The digital logic circuit is fixed (i.e., non-adjustable). The use of fixed digital logic circuitry is possible since it is the threshold signal provided to the analog-to-digital conversion circuit which is adjusted to select a particular signal processing function. This threshold signal adjustment may be made on a variable apparatus prior to or during use or during the manufacture or factory preadjustment of a specialized apparatus. Thus, the versatility of the imager apparatus or family of apparatus is achieved without the added cost of providing additional or variable digital logic circuits to implement different signal processing functions.

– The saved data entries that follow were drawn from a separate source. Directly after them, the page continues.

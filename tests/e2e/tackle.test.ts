import type { Browser, Page } from 'playwright-core';
import { afterAll, beforeAll, describe, expect, it } from 'vitest';
import { audit, baseUrl, launch, screenshot, signIn } from './browser';

let browser: Browser;
beforeAll(async () => {
  browser = await launch();
});
afterAll(async () => {
  await browser.close();
});

const chainPath = (page: Page) =>
  page.getByTestId('catenary-drawing').first().locator('[data-part="chain"]').getAttribute('d');

const overflowX = (page: Page) =>
  page.evaluate(() => document.documentElement.scrollWidth - window.innerWidth);

describe('ground-tackle calculators for a visitor', () => {
  it('redraws the rode as a load is typed, at desktop and phone widths', async () => {
    for (const [name, width] of [
      ['calculators', 1280],
      ['calculators-390', 390],
    ] as const) {
      const page = await browser.newPage({ viewport: { width, height: 900 } });
      await page.goto(`${baseUrl()}/calculators`);
      await expect
        .poll(() => page.getByRole('heading', { name: 'Ground-tackle calculators' }).count(), {
          timeout: 15000,
        })
        .toBe(1);
      const before = await chainPath(page);
      expect(before).toMatch(/^M/);
      await audit(page, name);
      const load = page.getByLabel('Horizontal load');
      await load.fill('9 kN');
      await expect.poll(() => chainPath(page), { timeout: 5000 }).not.toBe(before);
      await load.fill('2000 lbf');
      await expect.poll(() => page.getByText(/Reads as .*8\.90 kN/).count()).toBeGreaterThan(0);

      // A value the engineering rejects shows its message by the field, and the page survives.
      const depth = page.getByLabel('Depth at the anchor');
      await depth.fill('-4 m');
      await expect
        .poll(() => page.getByText(/depthM must be at least 0/).count())
        .toBeGreaterThan(0);
      await audit(page, `${name} with a field error`);
      await depth.fill('20 ft');

      // The design load calculator answers too.
      await page.getByLabel('Length overall (LOA)').first().fill("34'");
      await expect
        .poll(() =>
          page
            .getByRole('definition')
            .filter({ hasText: /kN|lbf/ })
            .count(),
        )
        .toBeGreaterThan(0);
      expect(await overflowX(page)).toBeLessThanOrEqual(0);
      await screenshot(page, name);
      await page.close();
    }
  });
});

describe('a member sizes, checks, saves and prints a plan', () => {
  it('creates a boat, sees 30 and 60 kn recommendations, adds a shackle and prints the card', async () => {
    const page = await browser.newPage({ viewport: { width: 1280, height: 900 } });
    await signIn(page, 'maren@larkspit.example');
    await page.goto(`${baseUrl()}/boats`);
    await page.getByLabel(/^Boat name/).waitFor();
    await audit(page, 'my boats');
    const boatName = `Tern Wake ${Date.now()}`;
    await page.getByLabel(/^Boat name/).fill(boatName);
    await page.getByLabel('Hull').selectOption('sail');
    await page.getByLabel(/^Length overall/).fill("34'");
    await page.getByLabel(/^Beam/).fill('11 ft');
    await page.getByLabel(/^Displacement/).fill('6500 kg');
    await page.getByLabel(/^Bow-roller height/).fill('1.2 m');
    await page.getByRole('button', { name: 'Add boat' }).click();
    await page.waitForURL(/\/boats\/\d+$/, { timeout: 15000 });

    const everyday = page.getByRole('region', { name: 'Everyday: 30 kn' });
    const storm = page.getByRole('region', { name: 'Storm: 60 kn' });
    await expect
      .poll(() => everyday.getByText('Design load', { exact: true }).count(), { timeout: 15000 })
      .toBe(1);
    for (const column of [everyday, storm]) {
      for (const part of ['Anchor', 'Chain', 'Snubber', 'Shackle', 'Scope']) {
        expect(await column.getByText(part, { exact: true }).count()).toBe(1);
      }
      expect(await column.getByText(/the load it is sized for/).count()).toBe(1);
      // The reasoning names the table row (entered by beam for this beamy boat) and the holding curve.
      await column.getByText('How we worked it out').click();
      expect(await column.getByText(/entered by beam, which gives a larger load/).count()).toBe(1);
      expect(await column.getByText(/UFC 4-159-03 eq\. 26/).count()).toBe(1);
    }
    // Everyday: all chain, with the rope size for a chain-and-rope rode; storm: chain plus nylon.
    expect(await everyday.getByText('If chain and rope', { exact: true }).count()).toBe(1);
    expect(await storm.getByText('Nylon rode', { exact: true }).count()).toBe(1);
    expect(await storm.getByText(/rig two, or a bridle/).count()).toBe(1);
    expect(await page.getByText(/qualified rigger or marine surveyor/).count()).toBeGreaterThan(0);
    await screenshot(page, 'boat-recommendation');
    await audit(page, 'boat recommendation');

    await storm.getByRole('button', { name: 'Save as plan' }).click();
    await page.waitForURL(/\/tackle-plans\/\d+$/, { timeout: 15000 });
    await expect
      .poll(() => page.getByRole('article', { name: 'Plan card' }).count(), { timeout: 15000 })
      .toBe(1);

    // Weakest-link check of the actual gear: add the anchor shackle.
    await page.getByLabel('Fitting', { exact: true }).selectOption('shackle');
    // The saved storm plan already carries the recommended anchor shackle and the chain-to-rope splice.
    const card = page.getByRole('article', { name: 'Plan card' });
    expect(await card.getByText(/anchor shackle/).count()).toBe(1);
    expect(await card.getByText(/Rope rode/).count()).toBe(1);
    expect(await page.getByRole('region', { name: /Recommendation at 60 kn/ }).count()).toBe(1);
    await page.getByLabel('Fitting name').fill('bow shackle');
    await page.getByLabel('Shackle size').selectOption(String(1 / 2));
    await page.getByRole('button', { name: 'Add fitting' }).click();
    const table = page.getByRole('table');
    await expect
      .poll(() => table.getByRole('row', { name: /bow shackle/ }).count(), { timeout: 15000 })
      .toBe(1);
    expect(await table.locator('tr[aria-current="true"]').count()).toBe(1);
    expect(await table.getByText('Weakest link', { exact: true }).count()).toBe(1);
    await audit(page, 'plan with a fitting');
    // The drawing loads after the rest of the page.
    await expect.poll(() => page.getByTestId('catenary-drawing').count()).toBe(1);

    // Print: the button calls window.print, and print media shows only the card.
    await page.evaluate(() => {
      (window as unknown as { printed: number }).printed = 0;
      window.print = () => {
        (window as unknown as { printed: number }).printed += 1;
      };
    });
    await page.getByRole('button', { name: 'Print card' }).click();
    expect(await page.evaluate(() => (window as unknown as { printed: number }).printed)).toBe(1);
    await page.emulateMedia({ media: 'print' });
    expect(await page.locator('#root > div > header').isVisible()).toBe(false);
    expect(await page.getByRole('button', { name: 'Print card' }).isVisible()).toBe(false);
    expect(await page.getByRole('article', { name: 'Plan card' }).isVisible()).toBe(true);
    expect(await page.getByRole('article', { name: 'Plan card' }).getByText(boatName).count()).toBe(
      1,
    );
    await screenshot(page, 'plan-card');

    // Deleting the plan asks first, then returns to the boat, whose saved plans no longer list it.
    await page.emulateMedia({ media: 'screen' });
    const planName = (await page.getByRole('heading', { level: 1 }).textContent()) ?? '';
    await page.getByRole('button', { name: 'Delete this plan' }).click();
    const dialog = page.getByRole('dialog', { name: `Delete ${planName}?` });
    await dialog.getByRole('button', { name: 'Delete plan' }).click();
    await page.waitForURL(/\/boats\/\d+$/, { timeout: 15000 });
    // The boat had only this plan: the list loads to its empty state, with no link to the deleted plan.
    await expect
      .poll(() => page.getByText('No saved plans yet.').count(), { timeout: 15000 })
      .toBe(1);
    expect(await page.getByRole('link', { name: planName, exact: true }).count()).toBe(0);

    // The calculators start from the saved boat: pick it once at the top and every card follows.
    await page.emulateMedia({ media: 'screen' });
    await page.goto(`${baseUrl()}/calculators`);
    const block = page.getByRole('region', { name: 'Your boat and conditions' });
    await block.getByLabel('Start from one of your boats').selectOption({ label: boatName });
    await block.getByLabel('Design wind').fill('60 kn');
    const anchor = page.getByRole('region', { name: 'Anchor suggestion' });
    await expect
      .poll(() => anchor.getByLabel('Length overall (LOA)').inputValue(), { timeout: 5000 })
      .toMatch(/^(34 ft|10\.36? m)$/);
    expect(await anchor.getByLabel('Design wind').inputValue()).toMatch(/^60 kn$/);
    expect(
      await anchor.getByText('Using the boat and conditions at the top of the page.').count(),
    ).toBe(1);
    await audit(page, 'calculators from a saved boat');
    await screenshot(page, 'calculators-from-boat');
    await page.close();
  });
});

Also described is a method for processing an input signal from a radiation sensitive element with an electronic imager including the steps of converting the input signal into a digital signal by comparing the input signal to at least one threshold signal, processing the digital signal to provide an output signal having a relationship with respect to the input signal determined by the threshold signal, and adjusting the threshold signal in order to change the relationship between the output signal and the input signal. By adjusting the threshold signal, the above-described method can be used in various imaging applications.

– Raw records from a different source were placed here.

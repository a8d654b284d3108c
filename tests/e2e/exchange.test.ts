import sharp from 'sharp';
import type { Browser, Page } from 'playwright-core';
import { afterAll, beforeAll, describe, expect, it } from 'vitest';
import { audit, baseUrl, launch, screenshot, signIn, waitForMail } from './browser';

let browser: Browser;
beforeAll(async () => {
  browser = await launch();
});
afterAll(async () => {
  await browser.close();
});

// Demo data: Idris is paid up (may list); Maren's boat "Marram" (9.1 m sloop) has a 5/16 in G43 gypsy, but
// she may browse whatever her dues (the dues e2e may have paid them by now); Bram has never paid, so under the
// demo club's paid-up policy he may browse and not write; Oona is paid up.
const SELLER = 'idris@larkspit.example';
const BROWSER = 'maren@larkspit.example';
const UNPAID = 'bram@larkspit.example';
const BUYER = 'moderator@larkspit.example';
const BUYER_NAME = 'Oona Brightwater';
const TITLE = 'Grade 43 chain 5/16 inch, 40 m, spare from a refit';

const photo = (colour: string) =>
  sharp({ create: { width: 800, height: 600, channels: 3, background: colour } })
    .jpeg()
    .toBuffer();

async function newPage(width = 1280): Promise<Page> {
  return browser.newPage({ viewport: { width, height: 1000 } });
}

/** Screenshots of the current screen at a phone, a small laptop and a desktop width, back at `width` after. */
async function screenshotWidths(page: Page, name: string, width: number) {
  for (const w of [390, 1024, 1280]) {
    await page.setViewportSize({ width: w, height: 1000 });
    await screenshot(page, `${name}-${w}`);
  }
  await page.setViewportSize({ width, height: 1000 });
}

describe('gear exchange in Chromium', () => {
  let listingUrl = '';

  it('a paid-up seller lists chain with two photos on the new-listing form and publishes it in one step', async () => {
    const page = await newPage(390);
    await signIn(page, SELLER);
    // The seller starts from the home page: their side of the exchange, with the way to list more.
    await page.goto(`${baseUrl()}/`);
    const mine = page.getByRole('region', { name: 'Your gear on the exchange' });
    await mine.getByRole('link', { name: 'List gear you no longer need' }).click();
    await page.getByRole('heading', { level: 1 }).waitFor();
    await page.getByLabel('Category').selectOption('chain');
    await audit(page, 'new chain listing form');
    await page.getByLabel('Title').fill(TITLE);
    await page.getByLabel('Description').fill('Galvanised high-test chain, end marked every 10 m.');
    await page.getByLabel('Chain grade').selectOption('G43');
    await page.getByLabel('Trade size (in)').fill('5/16');
    await page.getByLabel('Length (m)').fill('40');
    await page.getByLabel('Galvanising').selectOption('good');
    await page.getByLabel('Price').fill('150');
    await page.getByLabel('Harbour').selectOption({ label: 'Larkspit Harbour' });
    // Photos are picked on the same form: no draft to save first.
    await page.locator('input[type=file][name=photos]').setInputFiles([
      { name: 'first.jpg', mimeType: 'image/jpeg', buffer: await photo('#2a6f97') },
      { name: 'second.jpg', mimeType: 'image/jpeg', buffer: await photo('#a44a3f') },
    ]);
    await expect
      .poll(() => page.getByRole('list', { name: 'Photos to upload' }).getByRole('img').count())
      .toBe(2);
    await audit(page, 'new listing form with photos');
    await screenshotWidths(page, 'exchange-new-with-photos', 390);
    await page.getByRole('button', { name: 'Publish', exact: true }).click();
    await page.waitForURL(/\/exchange\/listings\/\d+$/, { timeout: 20000 });
    listingUrl = page.url();
    await page.getByRole('heading', { name: TITLE }).waitFor({ timeout: 15000 });
    await expect.poll(() => page.getByText(/Shows in search until/).count()).toBe(1);
    await expect.poll(() => page.getByRole('button', { name: /^Show photo/ }).count()).toBe(2);
    // The trade size reads as a fraction, each spec once.
    await expect.poll(() => page.getByText('5/16 in', { exact: true }).count()).toBe(1);
    await page.close();
  });

  it('a member finds it with a misspelt query and filters “fits my boat”; a member who has never paid is asked to pay before writing', async () => {
    const page = await newPage();
    await signIn(page, BROWSER);
    await page.goto(`${baseUrl()}/exchange`);
    // Filters apply as they change: no Search button press.
    await page.getByLabel('Boat').selectOption({ label: 'Marram' });
    await page.getByLabel('Only what fits').check();
    await page.getByLabel('Search gear').fill('galvanised chian');
    const link = page.getByRole('link', { name: TITLE });
    await link.waitFor({ timeout: 15000 });
    await expect.poll(() => page.url()).toMatch(/q=galvanised\+chian/);
    expect(page.url()).toMatch(/fitsOnly=true/);
    await expect.poll(() => page.getByText('Fits your boat').count()).toBeGreaterThan(0);
    await expect.poll(() => page.getByText(/Checked against Marram/).count()).toBe(1);
    // Sizes, grades and lengths as people write them; a length is a minimum (this chain is 40 m).
    await page.getByLabel('Search gear').fill('5/16 g43 chain 30m');
    await expect.poll(() => page.url()).toMatch(/q=5%2F16\+g43\+chain\+30m/);
    await link.waitFor({ timeout: 15000 });
    await page.getByLabel('Search gear').fill('5/16 g43 chain 50 m');
    await expect.poll(() => link.count(), { timeout: 15000 }).toBe(0);
    await page.getByLabel('Search gear').fill('galvanised chian');
    await page.getByLabel('Smallest size').fill('5/16');
    await expect.poll(() => page.url()).toMatch(/sizeMinMm=7\.9375/);
    await link.waitFor({ timeout: 15000 });
    await screenshot(page, 'exchange-search');
    await audit(page, 'exchange search with fits-my-boat');
    // On a phone the filters fold behind a button that counts them (boat, only-what-fits, size).
    await page.setViewportSize({ width: 390, height: 844 });
    const toggle = page.getByRole('button', { name: 'Filters, 3 in use' });
    await toggle.waitFor();
    expect(await page.getByLabel('Category').isVisible()).toBe(false);
    const searchBox = await page.getByRole('search').boundingBox();
    expect(searchBox?.height ?? 1000).toBeLessThan(844);
    await screenshot(page, 'exchange-search-390-folded');
    await toggle.click();
    await page.getByLabel('Category').waitFor({ state: 'visible' });
    await audit(page, 'exchange filters opened on a phone');
    await page.setViewportSize({ width: 1280, height: 1000 });

    await link.click();
    await page.getByRole('heading', { name: TITLE }).waitFor({ timeout: 15000 });
    await expect.poll(() => page.getByText('Paid-up member').count()).toBe(1);
    await expect.poll(() => page.getByText('Fits your boat').count()).toBe(1);
    await screenshot(page, 'exchange-listing');
    await audit(page, 'listing page');
    await page.close();

    // Bram has never paid (the dues e2e only looks at his page), so the gate holds whatever order the files run in.
    const unpaid = await newPage();
    await signIn(unpaid, UNPAID);
    await unpaid.goto(listingUrl);
    await unpaid.getByRole('heading', { name: TITLE }).waitFor({ timeout: 15000 });
    await unpaid.getByLabel('Your message').fill('Is this still for sale?');
    await unpaid.getByRole('button', { name: 'Send message' }).click();
    await expect
      .poll(
        () =>
          unpaid
            .getByRole('alert')
            .filter({ hasText: /paid-up membership/ })
            .count(),
        {
          timeout: 15000,
        },
      )
      .toBe(1);
    expect(unpaid.url()).not.toMatch(/\/messages\//);
    await screenshot(unpaid, 'exchange-paid-up-needed');
    await unpaid.close();
  });

  it('a paid-up member writes to the seller from the listing page', async () => {
    const page = await newPage();
    await signIn(page, BUYER);
    await page.goto(listingUrl);
    await page.getByRole('heading', { name: TITLE }).waitFor({ timeout: 15000 });
    await page
      .getByLabel('Your message')
      .fill('Is this still for sale? I could collect on Saturday.');
    await page.getByRole('button', { name: 'Send message' }).click();
    await page.waitForURL(/\/messages\/\d+$/, { timeout: 15000 });
    await expect.poll(() => page.getByText(/collect on Saturday/).count()).toBe(1);
    await audit(page, 'message thread');
    await page.close();
  });

  it('the seller gets the message by e-mail, confirms who bought it, and the buyer sees the notice', async () => {
    const mail = await waitForMail(SELLER, 'New message about');
    expect(mail.text).toContain('collect on Saturday');
    const page = await newPage(390);
    await signIn(page, SELLER);
    await page.goto(listingUrl);
    await page.getByRole('button', { name: 'Close as sold…' }).click();
    const dialog = page.getByRole('dialog', { name: /sold\?$/ });
    await dialog.waitFor();
    await dialog.getByLabel(BUYER_NAME).check();
    await audit(page, 'mark sold dialog');
    await screenshotWidths(page, 'exchange-mark-sold-dialog', 390);
    await dialog.getByRole('button', { name: `Went to ${BUYER_NAME}` }).click();
    await page.getByRole('button', { name: 'Relist for 60 days' }).waitFor({ timeout: 15000 });
    await expect
      .poll(() => page.getByText(new RegExp(`Marked sold to ${BUYER_NAME}`)).count())
      .toBe(1);
    const sold = await waitForMail(BUYER, 'Sold to you');
    expect(sold.subject).toContain(TITLE);
    await page.goto(`${baseUrl()}/messages`);
    await expect
      .poll(() => page.getByText(`Sold to ${BUYER_NAME}`).count(), { timeout: 15000 })
      .toBe(1);
    await audit(page, 'inbox');
    await page.close();

    const buyer = await newPage(1280);
    await signIn(buyer, BUYER);
    await buyer.goto(`${baseUrl()}/notices`);
    const notice = buyer.getByRole('link', { name: new RegExp(`as sold to you`) }).first();
    await notice.waitFor({ timeout: 15000 });
    await audit(buyer, 'buyer notices with the sale');
    await screenshotWidths(buyer, 'exchange-buyer-notice', 1280);
    await notice.click();
    await buyer.getByRole('heading', { name: TITLE }).waitFor({ timeout: 15000 });
    await expect.poll(() => buyer.getByText('Sold to you', { exact: true }).count()).toBe(1);
    await audit(buyer, 'listing sold to the buyer');
    await screenshotWidths(buyer, 'exchange-sold-to-you', 1280);
    await buyer.close();
  });
});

An analog-to-digital conversion circuit according to the invention includes a comparator circuit responsive to an analog input signal and to a plurality of threshold signal levels for comparing the analog input signal to the threshold signal levels, and a control circuit for generating the threshold signal levels. At least one increment between adjacent threshold signal levels is not equal to increments between other adjacent threshold signal levels. In one embodiment, the comparator circuit includes a plurality of comparators, each receiving a respective threshold signal level substantially simultaneously. In an alternative embodiment, the plurality of threshold signal levels are provided sequentially to the comparator circuit.
The use of such an analog-to-digital conversion circuit in an electronic imager permits various signal processing functions to be performed on the pixel signals simply by adjusting the threshold signal levels and concomitantly, the increments between adjacent threshold signal levels according to the desired function. The described analog-to-digital conversion circuit can be contrasted to conventional analog-to-digital converters in which the increments between adjacent threshold levels are equal in order to provide a linear relationship between the analog input signal and the digital output signal.